Because Smooth Skin is Overrated and Survival is Sexy

By Just One of Those ThingsPublished 8 months ago 3 min read

Let’s get one thing straight: your scars—physical or emotional—aren’t flaws. They’re receipts. Proof of purchase. A little reminder that life threw its worst at you, and you still showed up.

Think about it. The most legendary things in this world are marked by their battles:

  • Kintsugi pottery? Broken, then repaired with gold.
  • Vintage jeans? Frayed, but somehow cooler for it.
  • Sharks? Literally covered in scars and yet, apex predators.

So why do we treat our own scars like something to hide?

The Lies We Believe About Scars (And Why They’re Nonsense)

We’ve been fed some trash narratives about healing:

Lie #1: "Time Heals All Wounds"

False. Time just gives you distance. What heals you is what you do with that time.

  • Did you learn to set boundaries? That’s healing.
  • Did you stop apologizing for taking up space? That’s healing.
  • Did you go to therapy, scream into a pillow, or finally block that toxic ex? All healing.

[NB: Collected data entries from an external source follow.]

/**
 * Classification of the piecewise method's grid: the shape class of every
 * cell between consecutive points and the slopes of its outer lines, from the
 * evaluated values (and derivatives); and what the classes say about the
 * target (approximate curvature changes and extrema). Reads and writes only
 * the per-cell arrays of the {@link Grid}; evaluates nothing. @internal
 *
 * @remarks
 * Shape classes of a cell [a, b] (log f is written l):
 * - concave (`CELL_CONCAVE`), convex (`CELL_CONVEX`), linear within
 *   rounding (`CELL_LINEAR`), from the data:
 *   with derivatives, l'(a) ≥ s ≥ l'(b) (concave) or l'(a) ≤ s ≤ l'(b)
 *   (convex), s the chord slope; without, the chord slopes of the cell and
 *   its neighbours (second divided differences at both ends).
 * - `CELL_MIXED`: the data contradict both (a curvature change, a kink or a
 *   jump inside); `CELL_UNKNOWN` (no curvature data yet).
 * - `CELL_ZERO` l = -Infinity at both ends (no mass); `CELL_BOUNDARY` at one end (the
 *   edge of the density's support, or a zero of it).
 * - `CELL_ATOMIC` no double lies strictly between a and b, so the only possible
 *   draws are a and b; `CELL_MONOTONE` a tiny cell around a curvature change, taken
 *   as monotone because the slopes around it share their sign (set by
 *   {@link settle}); `CELL_NEGLIGIBLE` a cell of zero area in double precision
 *   ({@link NEGLIGIBLE_DROP}).
 *
 * @packageDocumentation
 */
import {
  CELL_ATOMIC, CELL_BOUNDARY, CELL_CONCAVE, CELL_CONVEX, CELL_LINEAR, CELL_MIXED, CELL_MONOTONE, CELL_NEGLIGIBLE, CELL_UNKNOWN, CELL_ZERO,
  NEGLIGIBLE_DROP, PIECEWISE_NOISE, SECANT_DEVIATION_ABSOLUTE, SECANT_DEVIATION_RELATIVE, combine, compatible, isAtomic, mid,
} from './cells.js';
import type { Grid } from './grid.js';

/** Computes the class and outer slopes of every cell of the grid. @internal */
export function classify(grid: Grid): void {
  const n = grid.cells;
  const x = grid.x;
  const l = grid.l;
  const g = grid.g;
  const cls = new Array<number>(n);
  const pc = grid.tangent ? [] : pointClasses(grid);
  let top = -Infinity;
  for (const v of l) if (v > top) top = v;
  const negligible = top - NEGLIGIBLE_DROP;
  for (let i = 0; i < n; i++) {
    const la = l[i];
    const lb = l[i + 1];
    if (la === -Infinity && lb === -Infinity) cls[i] = CELL_ZERO;
    else if (la < negligible && lb < negligible) cls[i] = CELL_NEGLIGIBLE;
    else if (isAtomic(x[i], x[i + 1])) cls[i] = CELL_ATOMIC;
    else if (la === -Infinity || lb === -Infinity) cls[i] = CELL_BOUNDARY;
    else if (grid.tangent) {
      const ga = g[i];
      const gb = g[i + 1];
      if (!Number.isFinite(ga) || !Number.isFinite(gb)) cls[i] = CELL_UNKNOWN;
      else {
        const s = grid.chord(i);
        const e = grid.chordNoise(i) + PIECEWISE_NOISE * (Math.abs(ga) + Math.abs(gb));
        const dl = ga - s;
        const dr = s - gb;
        const cc = dl >= -e && dr >= -e;
        const cv = dl <= e && dr <= e;
        cls[i] = cc && cv ? CELL_LINEAR : cc ? CELL_CONCAVE : cv ? CELL_CONVEX : CELL_MIXED;
      }
    } else {
      cls[i] = combine(pc[i], pc[i + 1]);
    }
  }
  const sa = new Array<number>(n).fill(NaN);
  const sb = new Array<number>(n).fill(NaN);
  for (let i = 0; i < n; i++) {
    const c = cls[i];
    if (c === CELL_CONCAVE || c === CELL_CONVEX) {
      if (grid.tangent) {
        sa[i] = g[i];
        sb[i] = g[i + 1];
      } else {
        if (i > 0 && compatible(c, cls[i - 1]) && lendable(grid, i - 1, i)) sa[i] = grid.chord(i - 1);
        if (i + 1 < n && compatible(c, cls[i + 1]) && lendable(grid, i + 1, i)) sb[i] = grid.chord(i + 1);
      }
    } else if (c === CELL_BOUNDARY) {
      // the outer line at the finite end, trusted when the cell beyond it is concave
      if (l[i] === -Infinity) {
        if (i + 1 < n && (cls[i + 1] === CELL_CONCAVE || cls[i + 1] === CELL_LINEAR) && (grid.tangent || lendable(grid, i + 1, i))) {
          sb[i] = grid.tangent ? g[i + 1] : grid.chord(i + 1);
        }
      } else if (i > 0 && (cls[i - 1] === CELL_CONCAVE || cls[i - 1] === CELL_LINEAR) && (grid.tangent || lendable(grid, i - 1, i))) {
        sa[i] = grid.tangent ? g[i] : grid.chord(i - 1);
      }
    }
  }
  for (let i = 0; i < n; i++) {
    if (!Number.isFinite(sa[i])) sa[i] = NaN;
    if (!Number.isFinite(sb[i])) sb[i] = NaN;
  }
  grid.cls = cls;
  grid.sa = sa;
  grid.sb = sb;
  grid.pc = pc;
}

/** Secant construction: curvature class of each point from the chords on its two sides (0: no triple; CELL_UNKNOWN: undetermined). */
function pointClasses(grid: Grid): number[] {
  const n = grid.x.length;
  const l = grid.l;
  const pc = new Array<number>(n).fill(0);
  for (let j = 1; j + 1 < n; j++) {
    if (l[j - 1] === -Infinity || l[j] === -Infinity || l[j + 1] === -Infinity) continue;
    const k = grid.chord(j) - grid.chord(j - 1);
    const e = grid.chordNoise(j) + grid.chordNoise(j - 1);
    if (k < -e) pc[j] = CELL_CONCAVE;
    else if (k > e) pc[j] = CELL_CONVEX;
    else {
      // "linear" only if the curvature this allows, |l''| ≲ 2e/(w0 + w1),
      // moves log f from a chord by a negligible amount on both cells
      const w0 = grid.x[j] - grid.x[j - 1];
      const w1 = grid.x[j + 1] - grid.x[j];
      const w = Math.max(w0, w1);
      const dev = (e * w * w) / (w0 + w1);
      pc[j] = dev <= SECANT_DEVIATION_ABSOLUTE + SECANT_DEVIATION_RELATIVE * Math.abs(l[j]) ? CELL_LINEAR : CELL_UNKNOWN;
    }
  }
  return pc;
}

/** Secant construction: whether the chord of cell j is accurate enough to serve as an outer line over cell i. */
function lendable(grid: Grid, j: number, i: number): boolean {
  const w = grid.x[i + 1] - grid.x[i];
  const lmag = Math.max(Math.abs(grid.l[i]), Math.abs(grid.l[i + 1]));
  return grid.chordNoise(j) * w <= SECANT_DEVIATION_ABSOLUTE + SECANT_DEVIATION_RELATIVE * lmag;
}

/** Whether the chords of the cells on both sides of cell i share a strict sign with its own. @internal */
export function monotone(grid: Grid, i: number): boolean {
  const n = grid.cells;
  const s = grid.chord(i);
  if (grid.tangent) {
    const ga = grid.g[i];
    const gb = grid.g[i + 1];
    return (s > 0 && ga > 0 && gb > 0) || (s < 0 && ga < 0 && gb < 0);
  }
  const left = i > 0 ? grid.chord(i - 1) : s;
  const right = i + 1 < n ? grid.chord(i + 1) : s;
  return (s > 0 && left > 0 && right > 0) || (s < 0 && left < 0 && right < 0);
}

/** Approximate locations of curvature changes (between concave and convex runs, and the tiny cells pinning them). @internal */
export function inflections(grid: Grid): number[] {
  const out: number[] = [];
  let last = -1;
  for (let i = 0; i < grid.cells; i++) {
    const c = grid.cls[i];
    if (c === CELL_MONOTONE || (c === CELL_ATOMIC && grid.l[i] > -Infinity && grid.l[i + 1] > -Infinity)) {
      out.push(mid(grid.x[i], grid.x[i + 1]));
      last = -1;
    } else if (c === CELL_CONCAVE || c === CELL_CONVEX) {
      if (last >= 0 && grid.cls[last] !== c) out.push(mid(grid.x[last + 1], grid.x[i]));
      last = i;
    } else if (c !== CELL_LINEAR) last = -1;
  }
  return out;
}

/** Approximate locations of local extrema of log f (sign changes of the slope on the grid). @internal */
export function extrema(grid: Grid): number[] {
  const out: number[] = [];
  const n = grid.x.length;
  for (let j = 1; j + 1 < n; j++) {
    if (!(grid.l[j - 1] > -Infinity && grid.l[j] > -Infinity && grid.l[j + 1] > -Infinity)) continue;
    const s0 = grid.tangent && Number.isFinite(grid.g[j]) ? grid.g[j] : grid.chord(j - 1);
    const s1 = grid.tangent && Number.isFinite(grid.g[j + 1]) ? grid.g[j + 1] : grid.chord(j);
    if ((s0 > 0 && s1 <= 0) || (s0 < 0 && s1 >= 0)) {
      if (grid.tangent) {
        // interpolate the derivative's zero on [x_j, x_{j+1}]
        const t = s0 / (s0 - s1);
        out.push(grid.x[j] + t * (grid.x[j + 1] - grid.x[j]));
      } else out.push(grid.x[j]);
    }
  }
  return out;
}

Lie #2: "Scars Mean You’re Broken"

Nah. Scars mean you didn’t die. That’s a win.

  • A scar is where your body said, "Oh, you thought that would take me down? Watch this."
  • An emotional scar is where your soul said, "I will not let this pain define me—I’ll let it refine me."

Lie #3: "Strength Means No Weakness"

The strongest people aren’t unbreakable. They’re the ones who kept going even when they were shattered.

  • You ever seen a tree that survived a hurricane? It’s still standing, but it’s got character.
  • You ever met someone who’s been through hell but still laughs? That’s not denial—that’s defiance.

Real People, Real Scars, Real Badassery

  • The Burn Victim Who Became a Firefighter - After surviving third-degree burns as a child, one man didn’t just recover—he went back to fight fires. His motto? "If fire couldn’t take me out, I’m damn sure not letting it take anyone else."
  • The Woman Who Turned Trauma Into a Movement - Sexually assaulted at 19, she didn’t stay silent. She sued her attacker, won, and now helps other survivors navigate the legal system. "My pain wasn’t my fault—but my healing is my responsibility."
  • The Veteran With PTSD Who Now Teaches Yoga - After two tours overseas, he came home a wreck. Then he discovered yoga. Now he teaches free classes for other vets. "War gave me scars. Yoga gave me peace. Both made me who I am."

These people aren’t “inspiration porn.” They’re proof that scars don’t end your story—they add plot twists.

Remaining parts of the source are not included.